Support various popular backbones (ConvNets and ViTs), various image datasets, popular mixup methods, and benchmarks for supervised learning. Config files are available (reorganized).
Support popular self-supervised methods (e.g., BYOL, MoCo.V3, MAE, SimMIM) on both large-scale and small-scale datasets, and self-supervised benchmarks (merged from MMSelfSup). Config files are available (reorganized).
Support analyzing tools for self-supervised learning (kNN/SVM/linear metrics and t-SNE/UMAP visualization).

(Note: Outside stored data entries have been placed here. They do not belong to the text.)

import { ButtonLink } from '@/components/ui/button';
import { PageHeader } from '@/components/ui/page-header';
import { paths } from '@/config/paths';
import { meQueryOptions } from '@/features/auth/api/get-me';
import { OwnersOnly } from '@/features/auth/components/owners-only';
import { isOwner } from '@/features/auth/hooks/use-member';
import { invitationsQueryOptions } from '@/features/invitations/api/get-invitations';
import { InvitationsSection } from '@/features/invitations/components/invitations-section';
import { queryClient } from '@/lib/query-client';

/** Owners get the invitations with the screen; a cutter asks the server for nothing. */
export async function studioInvitationsLoader() {
  const me = await queryClient.ensureQueryData(meQueryOptions());
  if (isOwner(me)) await queryClient.ensureQueryData(invitationsQueryOptions());
  return null;
}

export function StudioInvitationsRoute() {
  return (
    <OwnersOnly what="The studio's invitations">
      <div className="mx-auto max-w-5xl">
        <PageHeader
          eyebrow={
            <ButtonLink to={paths.studio.href()} variant="ghost" compact className="-ml-3">
              ← Studio
            </ButtonLink>
          }
          title="Invitations"
          description="Give cutters and fellow owners their own sign-in. Each person joins through the link in their e-mail."
          actions={
            <ButtonLink to={paths.studioMail.href()} compact>
              Sent mail
            </ButtonLink>
          }
        />
        <InvitationsSection />
      </div>
    </OwnersOnly>
  );
}
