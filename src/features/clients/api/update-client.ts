import { useMutation, useQueryClient } from '@tanstack/react-query';
import type { ClientUpdateInput, ClientView } from '@shared/schemas/client';
import { api, ApiError } from '@/lib/api-client';
import { clientKeys } from './client-keys';

export const updateClient = (id: number, body: ClientUpdateInput) =>
  api<ClientView>(`/clients/${id}`, { method: 'PATCH', body });

/** The current copy the server sent with a 409, when someone else saved first. */
export function clientConflictCurrent(error: unknown): ClientView | null {
  if (!(error instanceof ApiError) || error.status !== 409) return null;
  const current = error.current as ClientView | undefined;
  return current && typeof current === 'object' && typeof current.version === 'number' ? current : null;
}

export function useUpdateClient(id: number, { onSuccess }: { onSuccess?: (client: ClientView) => void } = {}) {
  const queryClient = useQueryClient();
  return useMutation({
    mutationFn: (body: ClientUpdateInput) => updateClient(id, body),
    onSuccess: async (client) => {
      queryClient.setQueryData(clientKeys.detail(id), client);
      await queryClient.invalidateQueries({ queryKey: clientKeys.lists() });
      onSuccess?.(client);
    },
  });
}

Convenient usage of configs: fast configs generation by 'auto_train.py' and configs inheriting (MMCV).
Support mixed-precision training (NVIDIA Apex or MMCV Apex) for all methods.
Model Zoos and lists of Awesome Mixups have been released.

Bug Fixes

Done code refactoring follows MMSelfSup and MMClassification #3.
Fix mixed-precision training overflow (NAN & INF in supervised mixup methods).
Fix fine-tuning settings (ViT and Swin Transformer) as MMSelfsup.